Bislang galt Meta AI im Vergleich zu konkurrierenden KI-Systemen als deutlich eingeschränkter. Zwar konnten Nutzer bereits Texte, Bilder oder Videos an die KI schicken, bei Dokumenten war jedoch Schluss. Gerade im Alltag war das ein klarer Nachteil: Wer Inhalte aus PDFs oder Tabellen analysieren wollte, musste häufig Screenshots erstellen oder direkt auf andere KI-Dienste wechseln.

Mit der neuen Funktion will Meta diese Schwäche offenbar gezielt beseitigen. Dokumente lassen sich künftig direkt über das Anhang-Menü an Meta AI senden. Die KI verarbeitet die Inhalte anschließend im Kontext der Unterhaltung und soll dadurch präzisere Antworten liefern. Besonders für berufliche oder produktive Anwendungen könnte das den Messenger deutlich interessanter machen.
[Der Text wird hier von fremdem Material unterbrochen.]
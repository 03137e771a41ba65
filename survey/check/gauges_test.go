package check

import (
	"testing"
	"time"

	"tapround/survey"
)

func TestWorkingRange(t *testing.T) {
	s := site()
	s.Gauges[2].High = 40e5 // T3 shows 6.8 and 6.2 bar
	s.Gauges[2].Accuracy = survey.Some(0.001 * 10 / 40)
	a := only(t, s, lowOnScale, "G3")
	says(t, a.Statement, "at T3 in rounds A, B")
	says(t, a.Evidence, "2 readings at 15 to 17 % of the span")
	says(t, a.Limit, "25 %", "customary")
	if a.Stay {
		t.Error("nobody need stay for it")
	}

	s = site()
	s.Gauges[2].High, s.Gauges[2].Accuracy = 7.2e5, survey.Some(0.001)
	a = only(t, s, endOfScale, "G3")
	says(t, a.Evidence, "1 reading at 94 % of the span")

	s = site()
	s.Gauges[2].High, s.Gauges[2].Accuracy = 6.7e5, survey.Some(0.001)
	as := look(s)
	if len(as) != 2 || as[0].Rule != beyondScale || !as[0].Stay || as[1].Rule != endOfScale {
		t.Errorf("got\n%s", text(as))
	}

	// A quarter and nine tenths themselves are within; a compound gauge counts its whole span.
	s = site()
	s.Gauges[0].Low, s.Gauges[0].High, s.Gauges[0].Accuracy = -1e5, 21e5, survey.Some(0.0005) // 5.5 bar is 29 % of the span, 26 % of 21 bar
	quiet(t, "compound gauge", s)

	// A flow meter and a differential gauge at zero are where they should be.
	s = site()
	s.Gauges = append(s.Gauges, survey.Gauge{Name: "D1", Kind: survey.DifferenceGauge, High: 50e3, Unit: "kPa", Accuracy: survey.Some(0.0025), Resolution: survey.Some(10)})
	s.Readings = append(s.Readings, survey.Reading{Round: "A", Tap: "T3", OtherTap: "T4", Kind: survey.Difference, Gauge: "D1", Value: 0, Unit: "kPa"})
	quiet(t, "differential gauge at rest", s)

	// Pinned below zero: a plain gauge cannot show it.
	s = site()
	tap(s, "T6").Elevation = 100
	reading(s, "A", "T6").Value = 0
	reading(s, "B", "T6").Value = -0.4e5
	if found := first(look(s), beyondScale); len(found) != 1 || found[0].Subject != "G6" {
		t.Errorf("below zero on 0 to 10 bar: %s", text(found))
	}
}

func TestRepeatsThatDisagree(t *testing.T) {
	again := func(steps float64) *survey.Survey {
		s := site()
		r := *reading(s, "B", "T4")
		r.Value += steps * 500
		r.Written, r.Source = "5.11", survey.Source{File: "readings.csv", Line: 99}
		s.Readings = append(s.Readings, r)
		return s
	}
	quiet(t, "two steps", again(2))
	a := only(t, again(3), "repeats disagree", "T4")
	says(t, a.Statement, "round B")
	says(t, a.Evidence, "5.1009 bar, 5.11 bar", "3.0 steps apart")
	says(t, a.Limit, "2 smallest steps")
	if !a.Stay || len(a.Sources) != 2 {
		t.Errorf("%+v", a)
	}
	// A gauge without a stated step: a tenth of its class error of 1 kPa is 100 Pa.
	s := again(0.3)
	s.Gauges[3].Resolution = survey.Maybe{}
	quiet(t, "1.5 default steps", s)
	s.Readings[len(s.Readings)-1].Value += 100
	only(t, s, "repeats disagree", "T4")
}

func TestClock(t *testing.T) {
	at := func(day, hour, minute int) time.Time { return time.Date(2026, 3, day, hour, minute, 0, 0, time.UTC) }
	const rule = "time outside its round"
	for _, c := range []struct {
		when time.Time
		why  string // empty: within
	}{
		{at(10, 8, 0), ""}, {at(10, 9, 30), ""}, {time.Time{}, ""},
		{at(10, 20, 15), "half a day"}, {at(9, 20, 15), "half a day"}, {at(11, 8, 15), "by a day"}, {at(9, 8, 15), "by a day"},
		{at(10, 7, 20), "by an hour"}, {at(10, 10, 20), "by an hour"}, {at(10, 13, 0), "outside round A."},
	} {
		s := site()
		reading(s, "A", "T4").Time = c.when
		if c.why == "" {
			quiet(t, c.when.String(), s)
			continue
		}
		a := only(t, s, rule, "A")
		says(t, a.Statement, "The time of 1 reading", c.why)
		says(t, a.Evidence, "T4 at "+c.when.Format("2006-01-02 15:04"))
		says(t, a.Limit, "from 2026-03-10 08:00 to 2026-03-10 09:30")
	}
	// Readings that are off in one way are told together; a zone is not an error.
	s := site()
	for i := range s.Readings {
		if x := &s.Readings[i].Time; !x.IsZero() {
			*x = x.In(time.FixedZone("", 2*3600))
		}
	}
	quiet(t, "the same moments in another zone", s)
	for i := range s.Readings {
		if x := &s.Readings[i].Time; !x.IsZero() && s.Readings[i].Round == "A" {
			*x = x.Add(12 * time.Hour)
		}
	}
	a := only(t, s, rule, "A")
	says(t, a.Statement, "The times of 6 readings")
	says(t, a.Evidence, "and more")
	if len(a.Sources) != 6 {
		t.Errorf("%d sources", len(a.Sources))
	}
	s = site()
	s.Rounds[0].Start, s.Rounds[0].End = time.Time{}, time.Time{}
	reading(s, "A", "T4").Time = at(12, 3, 0)
	quiet(t, "a round without times", s)
}
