// Package say has the words and roundings that the terminal and the page share, so
// that one finding is never told in two ways. It computes nothing: it names,
// rounds to the uncertainty, and puts units beside numbers.
//
// ± is one standard uncertainty; an interval is the 95 % one and says so.
package say

import (
	"strings"

	"tapround/report"
	"tapround/survey"
	"tapround/survey/unit"
)

// Kind is the plain name of a kind of finding.
func Kind(k survey.FindingKind) string {
	switch k {
	case survey.PartClosedValve:
		return "part-closed valve"
	case survey.MachineOffCurve:
		return "machine off its curve"
	case survey.CauseOpen:
		return "loss with its cause open"
	case survey.UnitSuspect:
		return "unit in doubt"
	case survey.NotCovered:
		return "not seen"
	}
	return strings.ReplaceAll(Clean(string(k)), "-", " ")
}

// Where names the thing a finding is about, with its noun.
func Where(f survey.Finding) string {
	item := Clean(f.Item)
	switch f.Kind {
	case survey.FouledPipe:
		return "pipe " + item
	case survey.PartClosedValve:
		return "valve " + item
	case survey.BlockedFitting:
		return "fitting " + item
	case survey.GaugeOff, survey.UnitSuspect:
		return "gauge " + item
	case survey.LevelWrong:
		return "level of " + item
	case survey.MachineOffCurve:
		return "machine " + item
	case survey.UnrecordedFlow:
		return "at " + item
	case survey.CauseOpen:
		if a, b, ok := strings.Cut(item, ".."); ok {
			return "between " + a + " and " + b
		}
	}
	return item
}

// Rival turns "kind:item" into words.
func Rival(s string) string {
	kind, item, ok := strings.Cut(s, ":")
	if !ok {
		return Clean(s)
	}
	item = Clean(item)
	switch survey.FindingKind(kind) {
	case survey.FouledPipe:
		return "pipe " + item + " fouled"
	case survey.PartClosedValve:
		return "valve " + item + " part closed"
	case survey.BlockedFitting:
		return "fitting " + item + " blocked"
	case survey.GaugeOff:
		return "gauge " + item + " off"
	case survey.LevelWrong:
		return "level of " + item + " wrong"
	case survey.UnrecordedFlow:
		return "unrecorded flow at " + item
	case survey.MachineOffCurve:
		return "machine " + item + " off its curve"
	}
	return Kind(survey.FindingKind(kind)) + " " + item
}

// Sure says how sure a finding is, in words and in number.
func Sure(f survey.Finding) string {
	s := Clean(string(f.Grade))
	if f.Probability.OK {
		s += ", probability " + Probability(f.Probability)
	}
	if f.Kind == survey.CauseOpen {
		s += " for the loss; its cause is open"
	}
	return s
}

// Agreement says in plain words how well the readings and the fitted works agree.
func Agreement(f report.FitFacts) string {
	if !f.P.OK {
		return "There are no more readings than unknowns, so nothing can be checked against anything."
	}
	// Where no cause was allowed the last fit is that of sound works.
	sound := f.SoundP.OK && f.ChiSquare == f.SoundChi
	with, still := "With the causes named", " still"
	if sound {
		with, still = "With everything sound", ""
	}
	s := with + ", the " + Plural(f.Readings, "reading", "readings") + " and the works agree within their uncertainties"
	if f.P.V < 0.01 {
		s = with + ", the " + Plural(f.Readings, "reading", "readings") + " and the works" + still + " differ by more than their uncertainties allow; something is not explained"
	}
	s += ": chance alone would make differences as large in " + Chance(f.P.V) + " of such surveys."
	if f.SoundP.OK && !sound {
		s += " With everything sound it would be " + Chance(f.SoundP.V) + "."
	}
	return s
}

// Money is a cost in words, with what it was reckoned from.
func Money(c report.Cost) string {
	var parts []string
	if c.Money.OK {
		parts = append(parts, unit.Significant(c.Money.V, 2)+" "+Clean(c.Currency)+" a year")
	}
	if c.Energy.OK {
		parts = append(parts, unit.Significant(c.Energy.V/3.6e9, 2)+" MWh a year")
	}
	s := strings.Join(parts, ", ")
	if c.Basis != "" {
		s += " (" + Clean(c.Basis) + ")"
	}
	return s
}

// LosesHead reports whether a finding is about head that is lost; the excess of the
// other kinds is what an error does to the readings, which costs nobody anything.
func LosesHead(k survey.FindingKind) bool {
	switch k {
	case survey.FouledPipe, survey.PartClosedValve, survey.BlockedFitting, survey.MachineOffCurve, survey.CauseOpen:
		return true
	}
	return false
}

// Cost is the head a finding costs where it costs most: "6.2 m in E"; empty: none.
func Cost(f survey.Finding) string {
	m := f.LargestExcess()
	if !m.OK || m.V == 0 || !LosesHead(f.Kind) {
		return ""
	}
	for _, e := range f.Excess {
		if e.Value == m.V {
			return unit.Significant(m.V, 2) + " m in " + Clean(e.Round)
		}
	}
	return ""
}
KI-Offensive im Messenger-Markt nimmt Fahrt auf

Die Integration zeigt außerdem, wie aggressiv Meta seine KI-Offensive vorantreibt. Während ChatGPT, Gemini oder Microsoft Copilot ihre Funktionen immer weiter ausbauen, versucht auch WhatsApp, Nutzer stärker im eigenen Ökosystem zu halten. Die direkte Dokumentenanalyse innerhalb eines Messengers könnte dabei ein wichtiger Schritt sein, um KI-Funktionen alltagstauglicher zu machen.

Noch befindet sich das Feature allerdings in der Testphase. Laut dem Portal WABetaInfo erhalten zunächst nur ausgewählte Beta-Tester Zugriff auf die Funktion. In den kommenden Wochen dürfte die Verteilung jedoch ausgeweitet werden. Wann die Dokumentenanalyse offiziell für alle WhatsApp-Nutzer erscheint, hat Meta bislang noch nicht bekannt gegeben.